I'm new in PHP.. I need your help..
I have 2 dropdownlist that related:
dropdown 1 : manually insert the value
dropdown 2 : attach value from database (value based on condition that selected in dropdown 1)
Then, both value which are selected will display in textbox at another form.
My problem is:
1) The value in 2nd dropdown can't be display.

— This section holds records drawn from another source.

import { describe, expect, it } from 'vitest';
import { withFitnessNames } from './fitness-names.js';
import { describeChoice } from './champion-choice.js';

describe('withFitnessNames', () => {
  it('renames every accuracy key at any depth and keeps the values', () => {
    const doc = {
      validation: { accuracy: 0.5, loss: 1 },
      members: [{ validationAccuracy: 0.4, testAccuracy: 0.25, genome: { nodes: [{ id: 'd1' }] } }],
      trainingCurve: [{ trainAccuracy: 0.2, valAccuracy: null }],
      line: 'text values are left alone',
      nothing: null,
    };
    expect(withFitnessNames(doc)).toEqual({
      validation: { fitness: 0.5, loss: 1 },
      members: [{ validationFitness: 0.4, testFitness: 0.25, genome: { nodes: [{ id: 'd1' }] } }],
      trainingCurve: [{ trainFitness: 0.2, valFitness: null }],
      line: 'text values are left alone',
      nothing: null,
    });
    expect(JSON.stringify(withFitnessNames(doc))).not.toMatch(/accuracy/i);
  });
});

describe('describeChoice', () => {
  it("says a regression pick's validation score as RMSE in the target's units", () => {
    // fitness 0.8 = 1 / (1 + 0.25): standardised RMSE 0.25, times std 4 = RMSE 1 in the target's units.
    const pick = { by: 'pick' as const, genomeHash: 'a'.repeat(64), evaluationId: 'r1-s3-a1', valAccuracy: 0.8 };
    expect(describeChoice(pick, { std: 4 })).toContain('validation RMSE 1)');
    expect(describeChoice(pick)).toContain('validation 80.00%');
    expect(describeChoice({ by: 'rule', rule: { maxParams: 500 } }, { std: 4 })).toBe("By the run's champion rule: the best validation RMSE among results with at most 500 parameters.");
  });
});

2) The value in 1st dropdown can pass to other form but the 2nd can't.
Please kindly guide me.
I don't know how to share my code here.
form1.php
//1st dropdown
<select name="fruit_name" id="fruit_name" style="font-family: Calibri;font-size: 10pt;" onchange="loadXMLDoc(this.value); ">
<option value="0">-- please choose --</option>
<option value="Pineapple">Pineapple</option>
<option value="Apple">Apple</option>
//2nd dropdown
$fruit_name = $_POST['fruit_name'];
#Connect to MySQL
#Connect to database
$result = mysql_query("SELECT colour FROM fruit WHERE fruit_name = '$fruit_name'");
echo "<select name='colour' id='colour' style='font-family: Calibri;font-size: 10pt;'>";
while($row = mysql_fetch_assoc($result))
{
echo "<option value = ''>" . $row['colour'] . "</option>";
}
echo "</select>";
mysql_free_result($result);
//Closes specified connection
?>
form2.php
<?php
//connection
$fruit_name = $_POST['fruit_name'];
$colour = $_POST['colour'];
?>
<label>
<input type="text" name="fruit_name" id="fruit_name" value = "<?php echo $fruit_name;?>" readonly>
</label>
<p>
<label>
<input type="text" name="colour" id="colour" value="<?php echo $colour;?>" readonly>
</label>
</p>
I usually don't do this but since I've some spare time on hand right now, I'm going to give the general approach that you can follow:
Include the following between your <head> tag.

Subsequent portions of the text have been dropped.